Figure 1: Axial 3D IR fast SPGR post-contrast images show interval increase in size in a metastatic lesion in the left cerebellar white matter from 1.3 cm x 1.7 cm x 1.7 cm (SAT) (Figure 1a) to 1.6 cm x 1.8 cm x 2.3 cm (SAT) 3 months later (Figure 1b).

Figure 2: The left cerebellar mass that was resected on pathologic review was chronic, non-neoplastic and histopathically consistent with radionecrosis. 

Figure 2a: 1 20x magnification. Figure 2b: 40x magnification, and Figure 2c:100x magnification.


Breast cancer brain metastases (BCBM) are common in patients with advanced stage disease and observed in 10-30% of patients with metastatic breast cancer. BCBM are more common in the HER2+ and triple negative subtypes of breast cancer and about 25% of HER2+ metastatic breast cancer patients will develop brain metastasis. Most breast cancer therapies fail to penetrate the blood-brain barrier (BBB), allowing tumor recurrence in the brain [1]. In a study of 222 consecutive patients with breast cancer, the median survival of patients presenting with metastatic brain lesions with HER2+ primary breast cancer without treatment, after chemotherapy, and adjuvant chemotherapy with targeted therapy was 3, 8, and 11 months respectively [2].

Pseudo-progression has previously been reported with use of radiation and tDM-1. We report a patient with extensive metastatic disease including BCBM. This patient was placed on tDM-1 and appeared to have progression of the BCBM on brain MRI. The BCBM were surgically resected and found to be pure radio-necrosis with no neoplasm present. Diagnosis of cancer progression is challenging and we report this rare case of pseudo-progression of BCBM due to treatment with tDM-1.
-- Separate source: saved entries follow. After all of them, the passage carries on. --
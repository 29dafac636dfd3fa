import type { BusinessCalendar } from '@/lib/domain/clocks/calendar'
import { dayNumber, daysBetween, type CivilDate } from '@/lib/domain/clocks/civil-date'
import type { StepParty } from '@/lib/domain/clocks/procedure'
import type { Status } from '@/lib/domain/clocks/schedule-types'
import { workingDue } from '@/lib/domain/clocks/working-due'
import { localOf } from '@/lib/domain/clocks/zoned'

export type Tone = 'missed' | 'soon' | 'far' | 'theirs' | 'done' | 'none'

export interface Standing {
  state:
    | 'missed'
    | 'theirs_late'
    /** Its clock ran out and the rule presumes an outcome until a person confirms it. */
    | 'presumed'
    | 'running'
    | 'theirs_running'
    | 'undated'
    | 'not_begun'
    | 'stopped'
    | 'done'
    | 'done_late'
    | 'waived'
    | 'closed'
    | 'waiting'
    | 'not_needed'
  tone: Tone
  /** For a table: `2 BD`, `today`, `missed yesterday`, `theirs, 11 BD over`. */
  left: string
  /** Business days to the working due date, negative once it has passed; null without a date. */
  businessDays: number | null
  /** Minutes to the closing hour on the last day, else null. */
  closesInMinutes: number | null
}

export interface Standable {
  status: Status
  party: StepParty
  startOn: CivilDate | null
  dueOn: CivilDate | null
  statedDueOn: CivilDate | null
  dueAt: string | null
  doneLate: boolean | null
  zone: string
  consequence?: { effect: string }
}

/** Within this many business days a clock counts as near. */
const nearBusinessDays = 10

/**
 * How late or near an obligation stands at an instant. Never stored: lateness is decided in the
 * organization's zone at its closing hour, when it is read.
 */
export function standing(item: Standable, nowAt: string, calendar: BusinessCalendar): Standing {
  const settled = settledStanding(item)
  if (settled) return settled
  const today = localOf(nowAt, item.zone).on
  const theirs = item.party !== 'applicant' && item.party !== 'both'
  const dueOn = workingDue(item)
  if (item.startOn && item.startOn > today && !dueOn) return plain('not_begun', 'none', 'not begun')
  if (!dueOn || !item.dueAt) return plain('undated', theirs ? 'theirs' : 'none', 'no date')
  const businessDays = businessDaysTo(calendar, today, dueOn)
  const past = Date.parse(nowAt) > Date.parse(item.dueAt)
  if (past && item.consequence?.effect === 'presumed')
    return {
      state: 'presumed',
      tone: 'theirs',
      left: 'presumed',
      businessDays,
      closesInMinutes: null,
    }
  if (past)
    return {
      state: theirs ? 'theirs_late' : 'missed',
      tone: theirs ? 'theirs' : 'missed',
      left: theirs
        ? `theirs, ${-businessDays} BD over`
        : `missed ${ago(dueOn, today, businessDays)}`,
      businessDays,
      closesInMinutes: null,
    }
  const left = dueOn === today ? 'today' : `${businessDays} BD`
  return {
    state: theirs ? 'theirs_running' : 'running',
    tone: theirs ? 'theirs' : businessDays <= nearBusinessDays ? 'soon' : 'far',
    left: theirs ? `theirs, ${left}` : left,
    businessDays,
    closesInMinutes:
      dueOn === today ? Math.floor((Date.parse(item.dueAt) - Date.parse(nowAt)) / 60_000) : null,
  }
}

/**
 * How near the day stands by which a preparation must begin. A late start is near, never missed:
 * the clock itself still runs.
 */
export function startStanding(
  startBy: CivilDate,
  zone: string,
  nowAt: string,
  calendar: BusinessCalendar,
): Standing {
  const today = localOf(nowAt, zone).on
  const businessDays = businessDaysTo(calendar, today, startBy)
  const late = startBy < today
  const left = late
    ? `${Math.max(1, -businessDays)} BD late`
    : startBy === today
      ? 'today'
      : `${businessDays} BD`
  const tone = businessDays <= nearBusinessDays ? 'soon' : 'far'
  return { state: 'running', tone, left, businessDays, closesInMinutes: null }
}

function settledStanding(item: Standable): Standing | null {
  switch (item.status) {
    case 'done':
      return item.doneLate ? plain('done_late', 'done', 'done late') : plain('done', 'done', 'done')
    case 'waived':
      return plain('waived', 'done', 'waived')
    case 'closed':
      return plain('closed', 'none', 'closed')
    case 'not_needed':
      return plain('not_needed', 'none', 'not needed')
    case 'waiting':
      return plain('waiting', 'none', 'waits')
    case 'stopped':
      return plain('stopped', 'none', 'clock stopped')
    case 'open':
      return null
  }
}

function plain(state: Standing['state'], tone: Tone, left: string): Standing {
  return { state, tone, left, businessDays: null, closesInMinutes: null }
}

function ago(dueOn: CivilDate, today: CivilDate, businessDays: number): string {
  const days = daysBetween(dueOn, today)
  if (days === 0) return 'today'
  return days === 1 ? 'yesterday' : `${Math.max(1, -businessDays)} BD ago`
}

/** Business days after today up to and including the date; negative for a date that has passed. */
export function businessDaysTo(
  calendar: BusinessCalendar,
  today: CivilDate,
  on: CivilDate,
): number {
  const from = dayNumber(today)
  const to = dayNumber(on)
  const step = to >= from ? 1 : -1
  let days = 0
  for (let day = step > 0 ? from + 1 : to + 1; step > 0 ? day <= to : day <= from; day += 1)
    if (calendar.closedOnDay(day) === null) days += 1
  return step > 0 ? days : -days
}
Radiation therapy is an important modality used in the treatment of patients with metastatic brain disease and post radiation treatment includes serial MRI analysis. Little is known about radio necrosis after radiotherapy and data on actual risk in the population of treated patients is scarce. Patients receiving radiotherapy for brain tumors can present clinically with apparent increasing tumor development that could suggest progression of disease, yet it could also be attributed to edema and necrosis in the tumor bed with no tumor present. Important disease management decisions can be complicated by any change in patient’s MRI that could suggest disease progression when, in fact, the change could be due to radiation induced injury [3]. In 1990 MacDonald et al. [4] defined criteria for evaluating response to treatment in disease progression which included variations in tumor enhancing area, neurological function, steroid usage and other important factors [4]. More recently, in 2010, a RANO working group published an updated versionto this criteria for MRI that defined treatment responses and criteria that included T-1 gadolinium enhancing disease, T2/Flair changes, new lesions, corticosteroid usage, clinical status, and requirement for proper responses [5]. However, even with all these guidelines, it is still difficult to differentiate radio necrosis from tumor reoccurrence radio logically.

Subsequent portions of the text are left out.